OpenAI says it has evidence DeepSeek used its model to train competitor
Irony and perceived hypocrisy
- Many see it as “thief cries thief”: OpenAI scraped the internet (often against ToS and copyrights) to train its models, then complains when someone allegedly trains on its outputs.
- Several argue training on LLM output is at least as ethical as training on unconsenting human creators; some say it’s more ethical because it targets a giant company rather than individuals.
Legal, ToS, and copyright debates
- Distinction drawn between:
- Scraping publicly available web data (copyright and ToS issues, but diffuse and hard to enforce), and
- Systematically using a paid API in violation of explicit terms to distill a competing model.
- However, OpenAI’s own fair‑use arguments in the New York Times case (“public data is fair game”) undercut a hard IP stance against DeepSeek.
- Enforcement is questioned: DeepSeek is Chinese, models are mirrored globally, LLM outputs aren’t copyrightable in the US, and remedies beyond cutting API access seem unclear.
How DeepSeek could have used OpenAI
- Two main theories:
- Straightforward API distillation: pay for access, generate large reasoning datasets, then train cheaper models.
- Indirect ingestion: public datasets of ChatGPT conversations (e.g.
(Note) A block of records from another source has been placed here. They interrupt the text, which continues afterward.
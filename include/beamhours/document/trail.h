/* trail.h - from a dotted path to the node it means, and back. */
#ifndef BH_DOCUMENT_TRAIL_H
#define BH_DOCUMENT_TRAIL_H

#include <stdbool.h>
#include <stddef.h>

#include "beamhours/base/text.h"
#include "beamhours/document/node.h"

/* The item of `list` that is called `part` (its `name`), or else stands at the number `part`, from
 * 1; list->count where there is none. */
size_t bh_list_find(const bh_node *list, const char *part);

/* The `name` of a list's item, or NULL where it has none. */
const char *bh_item_name(const bh_node *item);

/* The number from 0 of the key `key` in `mapping`; mapping->count where there is none. */
size_t bh_key_find(const bh_node *mapping, const char *key);

/* Where `node`, which is not the root, stands among the items of its parent, from 0. */
size_t bh_node_place(const bh_node *node);

/* The node at the dotted `path` ("settings.K1.angle", "targets.hydrogen.layers.2.thickness"), the
 * root for "", or NULL where there is none. */
const bh_node *bh_document_find(const bh_document *document, const char *path);

/* Appends the path of a node of a document (of a key: that of its value) so that the function above
 * finds it again, as long as no key has a dot in it: items by name where that is certain, else by
 * number.  Nothing for the root. */
void bh_trail_of(const bh_node *node, bh_text *into);

#endif
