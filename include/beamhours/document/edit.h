/* edit.h - a document being changed, byte for byte the user's wherever nothing was changed. */
#ifndef BH_DOCUMENT_EDIT_H
#define BH_DOCUMENT_EDIT_H

#include <stdbool.h>
#include <stddef.h>

#include "beamhours/base/diag.h"
#include "beamhours/base/text.h"
#include "beamhours/document/node.h"

/*
 * An open text with its history.  A change is a splice of the bytes it concerns: order, comments,
 * spacing, quotes, line ends, a byte order mark and a missing end of the last line stay as they
 * are. After each change the text is read again and every node that was not meant must be equal to
 * what it was; else nothing is changed and the reason is said.  One thread at a time.
 */
typedef struct bh_edit bh_edit;

/* Opens `bytes`, called `name` in messages.  Returns NULL, with every fault in `diags`, where the
 * text cannot be read as a document: such a text can only be shown. */
bh_edit *bh_edit_open(const char *bytes, size_t length, const char *name, bh_diags *diags);
void bh_edit_free(bh_edit *edit);

/* The text as it is now, and what was read from it: both good until the next change, undo or redo.
 * `bh_edit_said`: warnings of reading it. */
const char *bh_edit_bytes(const bh_edit *edit, size_t *length);
const bh_document *bh_edit_document(const bh_edit *edit);
const bh_diags *bh_edit_said(const bh_edit *edit);

/* A number that is another one after every change, undo and redo. */
size_t bh_edit_version(const bh_edit *edit);

typedef enum {
    BH_EDIT_SET,       /* the value at `path` becomes `text`; a key that is not there is added, at
                          `place`, with those it stands in */
    BH_EDIT_RENAME,    /* the key at `path` becomes `text`, its value stays */
    BH_EDIT_INSERT,    /* `text` becomes a new item, at `place`, of the list at `path`; `key: value`
                          of the mapping there */
    BH_EDIT_DUPLICATE, /* the item or key at `path` again, just behind it, with its comments; `text`
                          names the copy: NULL for an item that keeps its name or has none */
    BH_EDIT_REMOVE,    /* the item or key at `path` goes, with its comments */
    BH_EDIT_MOVE       /* it goes to `place` among its like, with its comments */
} bh_edit_kind;

/*
 * One change.  `path` is dotted, list items by name or by number from 1; where `node` is not NULL
 * it, a value of bh_edit_document, is meant instead.
 *
 * `text` is what the user typed, not YAML: it is put in quotes where it needs them, and keeps the
 * quotes, or the | or > above it, that the old value had.  Two texts are taken as they stand where
 * the old value was neither quoted nor a | or > text: a whole list or mapping in brackets,
 * `[20 deg, 25 deg]`, `{from: 20 deg, to: 60 deg, step: 5 deg}`; and a whole text in quotes.  Only
 * a | or > text may have line ends (LF) in it; it ends with as many as its heading says.
 *
 * Full lines of comment just above an item or key are its own; so is what follows it on its line,
 * and full lines of comment below it that are indented more than it.  Those at the top of the file
 * belong to the file.
 */
typedef struct {
    bh_edit_kind kind;
    const char *path;
    const char *text;
    size_t place; /* [1] from 1; 0: the end */
    const bh_node *node;
} bh_edit_change;

/*
 * Makes `count` changes, all or none, as one step of the history; what was undone can then no
 * longer be redone.  A `node` may only be in the first of them.  A change that leaves the text as
 * it was makes no step.  Returns false, with the reason in `diags` and nothing changed, where one
 * of them cannot be made or memory ran out.
 */
bool bh_edit_apply(bh_edit *edit, const bh_edit_change *changes, size_t count, bh_diags *diags);

/* Appends to `into` the text as it would be after these changes, and changes nothing. */
bool bh_edit_try(const bh_edit *edit, const bh_edit_change *changes, size_t count, bh_text *into,
                 bh_diags *diags);

/* Makes `bytes`, which are in the file, the text, as one step of the history called `note`; they
 * count as saved.  Returns false where they cannot be read as a document or memory ran out: then
 * the text is what it was, or (without memory) does not count as saved. */
bool bh_edit_replace(bh_edit *edit, const char *bytes, size_t length, const char *note);

/* The most frequent change: BH_EDIT_SET of `text` at `path`. */
bool bh_edit_set(bh_edit *edit, const char *path, const char *text, bh_diags *diags);

/* Could a change of this kind be made to `node` (BH_EDIT_INSERT: into it)?  If not, the reason goes
 * to `diags`.  Takes as long as a change. */
bool bh_edit_allows(const bh_edit *edit, bh_edit_kind kind, const bh_node *node, bh_diags *diags);

/* Appends what the user is to see in the field where `node` is edited, which BH_EDIT_SET takes
 * back: the value of a scalar; a list or mapping in brackets as it stands.  False for others. */
bool bh_edit_field(const bh_edit *edit, const bh_node *node, bh_text *into);

/* --- history --- */

/* One step.  Belongs to the edit; good until the next change. */
typedef struct {
    const char *text; /* "beam.current: 20 uA -> 30 uA", at most some 100 bytes */
    const char *path; /* of what changed first: as it is called after the step; "" for none left */
    int line;         /* [1] the first line that changed, from 1 */
    int lines_before; /* [1] how many lines there were that changed */
    int lines_after;  /* [1] and how many there are of them after the step */
} bh_edit_step;

/* How many steps there are, and how many of them are done (the others can be redone). */
size_t bh_edit_steps(const bh_edit *edit);
size_t bh_edit_done(const bh_edit *edit);

/* Step i (0 <= i < steps), or NULL. */
const bh_edit_step *bh_edit_step_at(const bh_edit *edit, size_t i);

/* Takes back the last step that is done; does the next one again.  Returns false where there is
 * none, or no memory (then said in `diags`); nothing has changed then. */
bool bh_edit_undo(bh_edit *edit, bh_diags *diags);
bool bh_edit_redo(bh_edit *edit, bh_diags *diags);

/* --- what is not saved --- */

/* The text as it is now has been saved.  False when there was no memory: then it counts as not
 * saved. */
bool bh_edit_saved(bh_edit *edit);

/* How many steps, done or undone, lie between the text and what was last saved (or opened); 0
 * exactly where the bytes are the same. */
size_t bh_edit_unsaved(const bh_edit *edit);

/* Bytes of the current text, the end excluded; from == to where something was taken away. */
typedef struct {
    size_t from, to; /* [bytes] */
} bh_edit_range;

/* Where the text differs from what was last saved: at most `room` ranges, in order and apart; more
 * are joined into the last.  Returns how many.  They cover every difference, perhaps a bit more. */
size_t bh_edit_changed(const bh_edit *edit, bh_edit_range *ranges, size_t room);

#endif
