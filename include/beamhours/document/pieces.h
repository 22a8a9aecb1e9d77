/* pieces.h - the stretches of bytes that belong to the items of a list or the keys of a mapping. */
#ifndef BH_DOCUMENT_PIECES_H
#define BH_DOCUMENT_PIECES_H

#include <stdbool.h>
#include <stddef.h>

#include "beamhours/base/text.h"
#include "beamhours/document/node.h"

/* An item, or a key and its value, with the comments that are its own.  Between pieces stand line
 * ends, blank lines, indentation and, within brackets, commas. */
typedef struct {
    size_t start;              /* its first byte, comments above it included */
    size_t at;                 /* its dash or key; of an item within brackets: its first byte */
    size_t end;                /* behind its value; where dashes and lines divide, also behind its
                                  comments */
    size_t tail_from, tail_to; /* within brackets: the comment behind its comma, blanks before it
                                  included; else both are `end` */
    bool own_line;             /* only blanks stand before `start` on its line */
} bh_piece;

/* A text, and where in it things stand.  Not NUL-terminated lines: all of the document's bytes. */
typedef struct {
    const char *bytes;
    size_t length; /* [bytes] */
} bh_bytes;

/* Finds the pieces of `around`, a list or mapping read from `text`; `pieces` has room for its
 * count.  False where they are laid out in a way that is not understood. */
bool bh_pieces_find(bh_bytes text, const bh_node *around, bh_piece *pieces);

/* The first byte of the line that `at` stands in (behind a byte order mark), and where the line
 * ends: its line end, CR included, or the end of the text; and the first byte of the next line, or
 * the end of the text. */
size_t bh_line_start(bh_bytes text, size_t at);
size_t bh_line_end(bh_bytes text, size_t at);
size_t bh_line_next(bh_bytes text, size_t at);

/* Is there nothing but blanks (true) or also line ends (`lines`) from `from` to `to`? */
bool bh_blank(bh_bytes text, size_t from, size_t to, bool lines);

/* [1] how many code points stand before `at` on its line. */
size_t bh_column(bh_bytes text, size_t at);

/* "\r\n" where the first line ends so, else "\n". */
const char *bh_line_break(bh_bytes text);

/* What is to stand in place of the bytes from `from` to `to`. */
typedef struct {
    size_t from, to; /* [bytes] */
    const char *with;
    size_t length; /* [bytes] of `with` */
} bh_cut;

/* Appends the text with `count` cuts made, which are in order and apart. */
void bh_cuts_make(bh_bytes text, const bh_cut *cuts, size_t count, bh_text *into);

#endif
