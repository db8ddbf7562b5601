import { signIn, signOut, signUp, whoAmI, workIn } from '../../shared/contracts/accounts.ts';
import { route, type ApiRoute } from '../http/api-route.ts';
import { done } from '../outcome.ts';
import type { AccountsService } from './accounts-service.ts';
import { presentMember } from './present-member.ts';
import { sessionCookie, sessionMaxAge, visitorCookie } from './session-cookie.ts';

export function accountsRoutes(accounts: AccountsService): ApiRoute[] {
  return [
    route(whoAmI, 'public', async ({ caller }) =>
      done({ signedIn: caller.member && presentMember(caller.member) }),
    ),
    route(
      signIn,
      'public',
      async ({ caller, body, cookies }) => {
        const outcome = await accounts.signIn(caller, body);
        if (!outcome.ok) return outcome;
        cookies.set(sessionCookie, outcome.value.sessionId, sessionMaxAge);
        return done({ signedIn: presentMember(outcome.value) });
      },
      'sign-in',
    ),
    route(
      signUp,
      'public',
      async ({ caller, body, cookies }) => {
        const outcome = await accounts.signUp(caller, body);
        if (!outcome.ok) return outcome;
        const { member, keptAttempt } = outcome.value;
        cookies.set(sessionCookie, member.sessionId, sessionMaxAge);
        cookies.clear(visitorCookie);
        return done({ signedIn: presentMember(member), keptAttempt });
      },
      'sign-up',
    ),
    route(signOut, 'public', async ({ caller, cookies }) => {
      await accounts.signOut(caller);
      cookies.clear(sessionCookie);
      return done({});
    }),
    route(workIn, 'member', async ({ caller, body }) => {
      const outcome = await accounts.workIn(caller.member, body.organisation);
      return outcome.ok ? done({ signedIn: presentMember(outcome.value) }) : outcome;
    }),
  ];
}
ShareGPT) or third‑party services that already distilled OpenAI models.
- Some are skeptical OpenAI has strong evidence beyond “suspicious” traffic; others note repeated instances of models calling themselves “ChatGPT” as suggestive but not conclusive.
Technical significance and skepticism
- DeepSeek’s contributions seen as:
- Massive efficiency gains (Mixture‑of‑Experts, compressed KV cache, cheaper RL reasoning layer),
- A strong open‑weights reasoning model (R1) that is competitive with frontier systems on many tasks.
- Pushback: $5–6M was only the final run, not full R&D; quality is uneven in some domains; and if much of the “reasoning” is derived from o1/4o, the breakthrough is partly piggybacking on earlier expensive work.
Economic and competitive implications
- If a frontier model can be approximated via API‑driven distillation and clever training, OpenAI’s “compute moat” shrinks dramatically.
- That implies:
- Lower sustainable prices and margins,
- More competition from smaller labs and open‑weights models,
- Pressure on Nvidia’s “sell shovels in a gold rush” narrative, even if GPU demand remains high.
Geopolitics, bans, and “national security”
- Many expect US policymakers and incumbents to frame DeepSeek as a security and IP threat and push for restrictions, TikTok‑style.
- Others argue bans would mostly hurt US competitiveness while the rest of the world adopts cheap Chinese or open‑weights AI.